#### [Work order]
Return exactly the lines of the records below, starting at the line that contains "max_i |p_i − r_i| / rms_j |r_j|. */" and ending at the line that contains "per row. */", with both of those lines kept.

* * * * *

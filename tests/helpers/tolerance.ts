/**
 * Error measures shared by the engine tests. Vectors are flat xyz Float64Arrays (3 per particle), scalars
 * one per particle. "Relative error of particle i" is |a_i − a_ref,i| / |a_ref,i| (PHYSICS.md conventions).
 */

/** Per-particle relative vector error |a_i − r_i| / |r_i| (Infinity where r_i = 0 and a_i ≠ r_i). */
export function vectorRelativeErrors(a: Float64Array, ref: Float64Array): Float64Array {
  if (a.length !== ref.length || a.length % 3 !== 0) throw new RangeError(`vector arrays differ in length: ${a.length} vs ${ref.length}`);
  const n = a.length / 3;
  const out = new Float64Array(n);
  for (let i = 0; i < n; i++) {
    const dx = a[3 * i] - ref[3 * i], dy = a[3 * i + 1] - ref[3 * i + 1], dz = a[3 * i + 2] - ref[3 * i + 2];
    const d = Math.hypot(dx, dy, dz);
    const r = Math.hypot(ref[3 * i], ref[3 * i + 1], ref[3 * i + 2]);
    out[i] = d === 0 ? 0 : d / r;
  }
  return out;
}

/** Largest per-particle relative vector error, max_i |a_i − r_i| / |r_i|. */
export function maxVectorRelativeError(a: Float64Array, ref: Float64Array): number {
  let m = 0;
  for (const e of vectorRelativeErrors(a, ref)) m = Math.max(m, Number.isNaN(e) ? Infinity : e);
  return m;
}

/** Root mean square of the per-particle vector norms |r_i|. */
export function vectorRms(ref: Float64Array): number {
  let s = 0;
  for (let i = 0; i < ref.length; i++) s += ref[i] * ref[i];
  return Math.sqrt(s / (ref.length / 3));
}

/** Largest vector error divided by the rms reference norm, max_i |a_i − r_i| / rms_j |r_j|. */
export function maxVectorErrorOverRms(a: Float64Array, ref: Float64Array): number {
  const rms = vectorRms(ref);
  let m = 0;
  for (let i = 0; i < a.length; i += 3) {
    const d = Math.hypot(a[i] - ref[i], a[i + 1] - ref[i + 1], a[i + 2] - ref[i + 2]);
    m = Math.max(m, Number.isNaN(d) ? Infinity : d);
  }
  return m / rms;
}

/** Root mean square of a scalar array. */
export function scalarRms(ref: Float64Array): number {
  let s = 0;
  for (let i = 0; i < ref.length; i++) s += ref[i] * ref[i];
  return Math.sqrt(s / ref.length);
}

/** Largest scalar difference divided by the rms of the reference, max_i |p_i − r_i| / rms_j |r_j|. */
export function maxScalarErrorOverRms(p: Float64Array, ref: Float64Array): number {
  if (p.length !== ref.length) throw new RangeError(`scalar arrays differ in length: ${p.length} vs ${ref.length}`);
  let m = 0;
  for (let i = 0; i < p.length; i++) {
    const d = Math.abs(p[i] - ref[i]);
    m = Math.max(m, Number.isNaN(d) ? Infinity : d);
  }
  return m / scalarRms(ref);
}

/** Relative difference |a − b| / |b| of two numbers (|a − b| when b = 0). */
export function relativeDifference(a: number, b: number): number {
  const d = Math.abs(a - b);
  if (Number.isNaN(d)) return Infinity;
  return b === 0 ? d : d / Math.abs(b);
}

/** Picks the rows listed in `rows` out of a flat array with `stride` numbers per row. */
export function pickRows(values: Float64Array, rows: ArrayLike<number>, stride: number): Float64Array {
  const out = new Float64Array(rows.length * stride);
  for (let t = 0; t < rows.length; t++) for (let d = 0; d < stride; d++) out[t * stride + d] = values[rows[t] * stride + d];
  return out;
}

* * * * *

#### [Result for this task]
/** Largest scalar difference divided by the rms of the reference, max_i |p_i − r_i| / rms_j |r_j|. */
export function maxScalarErrorOverRms(p: Float64Array, ref: Float64Array): number {
  if (p.length !== ref.length) throw new RangeError(`scalar arrays differ in length: ${p.length} vs ${ref.length}`);
  let m = 0;
  for (let i = 0; i < p.length; i++) {
    const d = Math.abs(p[i] - ref[i]);
    m = Math.max(m, Number.isNaN(d) ? Infinity : d);
  }
  return m / scalarRms(ref);
}

/** Relative difference |a − b| / |b| of two numbers (|a − b| when b = 0). */
export function relativeDifference(a: number, b: number): number {
  const d = Math.abs(a - b);
  if (Number.isNaN(d)) return Infinity;
  return b === 0 ? d : d / Math.abs(b);
}

/** Picks the rows listed in `rows` out of a flat array with `stride` numbers per row. */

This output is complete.